CIHQ-ARS notifies member organizations of any new or modified accreditation standard, or CMS COP for acute care hospitals. Each alert summarizes the standard / regulation, likely impact to members, and recommends compliance strategies. Whenever possible, alerts are limited to one-page in length so that they can be quickly read and disseminated.

New Regulatory Alert

Alert Date
April 30, 2020
Alert Subject
CMS Issues Guidance on COVID-19 Testing & CLIA Requirements
Alert Applicability
Acute Care Ambulatory Care Behavioral Health
Critical Access Home Health / Hospice Laboratory
Long Term Care Other: __________  
Alert Background
In a letter to State enforcement agencies dated 4/30/20, CMS issued guidance on CLIA requirements and COVID-19 laboratory testing. In the guidance, CMS reaffirmed the requirement that “laboratories need a CLIA certificate to perform SARS-CoV-2 testing.
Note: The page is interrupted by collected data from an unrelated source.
"""Sound-card back-end without an audio server: the rig table, the delay estimator, probe().

Sources: a microphone's full scale in pascals times its sensitivity in V/Pa is the voltage at
the input (definition of sensitivity, IEC 61094 terms); the normalised cross-correlation is
checked against numpy.correlate computed directly; the delay of a delayed copy of a signal is
the lag of its correlation peak (common practice for latency measurement). No phase is
checked here, so the e^{+iωt} convention does not enter.
"""

from __future__ import annotations

import importlib.abc
import sys
import tomllib
from pathlib import Path
from typing import Any

import numpy as np
import pytest

from app.errors import ConfigError
from app.rig import Rig, rig_from_dict
from drivers.guard import CeilingGuard
from drivers.soundcard import SoundCard, load_config, normalised_xcorr, pick_delay

DEMO = Path(__file__).resolve().parents[2] / "configs" / "demo-rig.toml"
FS = 48000.0


def make_rig(**table: Any) -> Rig:
    data = tomllib.loads(DEMO.read_text(encoding="utf-8"))
    data["acquisition"] = {"sample_rate": "48 kHz", "block_duration": "0.05 s"}
    hw = {"device": "pulse", "output_channel": 1, "output_full_scale": "1 V",
          "inputs": {"drv_ref": 1, "p1": 2, "p2": 2, "p3": 2, "p4": 2, "pmt": 2},
          "full_scale": {"drv_ref": "1 V", "p1": "1 V", "p2": "100 Pa", "p3": "1 V", "p4": "250 mV",
                         "pmt": "2 V"}}
    hw.update(table)
    data["hardware"] = {"soundcard": hw}
    return rig_from_dict(data, "test-rig.toml")


# ---------------------------------------------------------------- the [hardware.soundcard] table
def test_config_reads_channels_and_full_scales_in_volts() -> None:
    rig = make_rig()
    cfg = load_config(rig)
    assert cfg.sample_rate_hz == FS and cfg.block_n == 2400
    assert cfg.inputs["drv_ref"] == 1 and cfg.inputs["p4"] == 2
    assert cfg.n_inputs == 2 and cfg.output_channel == 1
    # volts at a full scale given in pascals = Pa x sensitivity (definition of sensitivity)
    assert cfg.volts_full_scale["p2"] == pytest.approx(100.0 * 14.2e-3, rel=1e-12)
    assert cfg.volts_full_scale["p4"] == pytest.approx(0.25, rel=1e-12)
    assert cfg.volts_full_scale["pmt"] == pytest.approx(2.0, rel=1e-12)


def test_options_override_the_table() -> None:
    cfg = load_config(make_rig(), sample_rate="44.1 kHz", output_lead="0.1 s")
    assert cfg.sample_rate_hz == 44100.0 and cfg.output_lead_s == pytest.approx(0.1)
    assert cfg.block_n == round(0.05 * 44100)


@pytest.mark.parametrize("change, where", [
    ({"inputs": {"drv_ref": 1, "p1": 2, "p2": 2, "p4": 2, "pmt": 2}}, "hardware.soundcard.inputs.p3"),
    ({"output_channel": 0}, "hardware.soundcard.output_channel"),
    ({"colour": "red"}, "hardware.soundcard.colour: unknown key"),
    ({"full_scale": {"drv_ref": "1 V", "p1": "1 V", "p2": "1 V", "p3": "1 V", "p4": "1 V", "pmt": "3 Pa"}},
     "full_scale.pmt: a full scale in Pa needs a pressure sensor"),
    ({"full_scale": {"drv_ref": "1 V", "p1": "1 V", "p2": "1 V", "p3": "1 V", "p4": "1 V"}},
     "hardware.soundcard.full_scale.pmt: missing"),
    ({"latency": "fast"}, "hardware.soundcard.latency"),
    ({"sample_rate": "48 kV"}, "hardware.soundcard.sample_rate"),
])
def test_config_errors_name_the_key(change: dict[str, Any], where: str) -> None:
    with pytest.raises(ConfigError) as info:
        load_config(make_rig(**change))
    assert where in str(info.value)
    assert "test-rig.toml" in str(info.value)


def test_missing_output_channel_is_reported() -> None:
    data = tomllib.loads(DEMO.read_text(encoding="utf-8"))
    data["hardware"] = {"soundcard": {"inputs": {}, "full_scale": {}}}
    with pytest.raises(ConfigError) as info:
        load_config(rig_from_dict(data, "x.toml"))
    text = str(info.value)
    assert "output_channel: required" in text and "inputs.drv_ref" in text


# ---------------------------------------------------------------- delay by cross-correlation
def test_normalised_xcorr_matches_a_direct_computation() -> None:
    # reference: numpy.correlate and explicit norms, lag by lag
    rng = np.random.default_rng(3)
    max_lag, n = 50, 300
    history = rng.standard_normal(n + max_lag)
    x = rng.standard_normal(n)
    rho = normalised_xcorr(x, history, max_lag)
    for lag in (0, 1, 17, 50):
        seg = history[max_lag - lag:max_lag - lag + n]
        direct = np.correlate(x, seg, "valid")[0] / np.sqrt(np.dot(x, x) * np.dot(seg, seg))
        assert rho[lag] == pytest.approx(direct, abs=1e-12)


def test_delay_of_a_delayed_noise_copy() -> None:
    # a broadband signal delayed by D samples correlates best at lag D (common practice)
    rng = np.random.default_rng(5)
    d_true, max_lag, n = 2048, 4000, 2400
    played = rng.standard_normal(20000)
    start = 10000
    x = played[start - d_true:start - d_true + n] + 1e-3 * rng.standard_normal(n)
    history = played[start - max_lag:start + n]
    assert pick_delay(normalised_xcorr(x, history, max_lag), None, np.nan) == d_true


def _guard_drive(freq_hz: float, n: int, onset: int) -> np.ndarray:
    """A drive as the back-end plays it: silence, then the guard's ramp up and steady sine."""
    guard = CeilingGuard(1.0, FS, ramp_time_s=0.1)
    guard.request(freq_hz, 0.5)
    out = np.zeros(n)
    out[onset:] = guard.render(n - onset)
    return np.round(out * 32767.0) / 32767.0      # 16-bit as through the audio server


@pytest.mark.parametrize("freq_hz", [400.0, 317.0])
def test_onset_fixes_the_period_count_then_tracking_keeps_it(freq_hz: float) -> None:
    d_true, max_lag, n = 1872, 12000, 2400
    played = _guard_drive(freq_hz, 60000, onset=20000)
    # block holding the onset: the ramp's envelope makes the global peak unique
    start = 20000 + 1000
    x = played[start - d_true:start - d_true + n]
    rho = normalised_xcorr(x, played[start - max_lag:start + n], max_lag)
    assert pick_delay(rho, None, FS / freq_hz) == d_true
    # a steady block: every period is nearly as good; the previous estimate decides
    start = 50000
    x = played[start - d_true:start - d_true + n]
    rho = normalised_xcorr(x, played[start - max_lag:start + n], max_lag)
    period = FS / freq_hz
    near_other = int(round(d_true + 3 * period))
    assert rho[near_other] > 0.99              # the ambiguity is real
    assert pick_delay(rho, d_true + 3, period) == d_true
    assert pick_delay(rho, near_other, period) != d_true   # tracking never jumps a period


def test_no_correlation_gives_no_delay() -> None:
    rng = np.random.default_rng(9)
    x = rng.standard_normal(1000)
    history = rng.standard_normal(1500)
    assert pick_delay(normalised_xcorr(x, history, 500), None, np.nan) is None


# ---------------------------------------------------------------- probe says why
class _NoPortAudio(importlib.abc.MetaPathFinder):
    def find_spec(self, name: str, path: Any = None, target: Any = None) -> None:
        if name == "sounddevice":
            raise OSError("PortAudio library not found")   # what sounddevice raises without libportaudio2
        return None


def test_probe_names_a_missing_portaudio(monkeypatch: pytest.MonkeyPatch) -> None:
    monkeypatch.delitem(sys.modules, "sounddevice", raising=False)
    monkeypatch.setattr(sys, "meta_path", [_NoPortAudio(), *sys.meta_path])
    av = SoundCard.probe()
    assert not av.available and "PortAudio library missing" in av.reason and "libportaudio2" in av.reason


def test_probe_names_a_missing_package(monkeypatch: pytest.MonkeyPatch) -> None:
    monkeypatch.setitem(sys.modules, "sounddevice", None)    # import raises ImportError
    av = SoundCard.probe()
    assert not av.available and "sounddevice is not installed" in av.reason


def sounddevice_or_skip():
    """sounddevice, or a skip naming the package: importing it raises OSError (not ImportError)
    when the PortAudio library is missing, which pytest.importorskip does not catch."""
    try:
        import sounddevice
    except (ImportError, OSError) as exc:
        pytest.skip(f"needs the PortAudio library (apt package libportaudio2): {exc}")
    return sounddevice


@pytest.mark.parametrize("server", [None, "unix:/nonexistent/native"])
def test_probe_without_duplex_device_names_the_audio_server(monkeypatch: pytest.MonkeyPatch,
                                                            server: str | None) -> None:
    sd = sounddevice_or_skip()
    output_only = {"index": 0, "name": "hdmi", "max_input_channels": 0, "max_output_channels": 2}
    monkeypatch.setattr(sd, "query_devices", lambda *a, **k: [output_only])
    if server is None:
        monkeypatch.delenv("PULSE_SERVER", raising=False)
    else:
        monkeypatch.setenv("PULSE_SERVER", server)
    av = SoundCard.probe()
    assert not av.available and "no duplex audio device" in av.reason
    assert ("no audio server answers at PULSE_SERVER=" + server if server else "the audio server is not running") \
        in av.reason


def test_probe_never_raises(monkeypatch: pytest.MonkeyPatch) -> None:
    sd = sounddevice_or_skip()

    def broken(*_a: Any, **_k: Any) -> Any:
        raise sd.PortAudioError("Error querying device -1")

    monkeypatch.setattr(sd, "query_devices", broken)
    av = SoundCard.probe()
    assert not av.available and "PortAudio query failed" in av.reason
Under CLIA, laboratories are prohibited from testing human specimens for the purpose of diagnosis, prevention, treatment, or health assessment without a valid CLIA certificate. Clinical laboratories and facilities such as academic laboratories, research laboratories, pharmacies, physician offices, urgent care clinics, and veterinary laboratories need CLIA certification to perform SARS-CoV-2 testing on human specimens”.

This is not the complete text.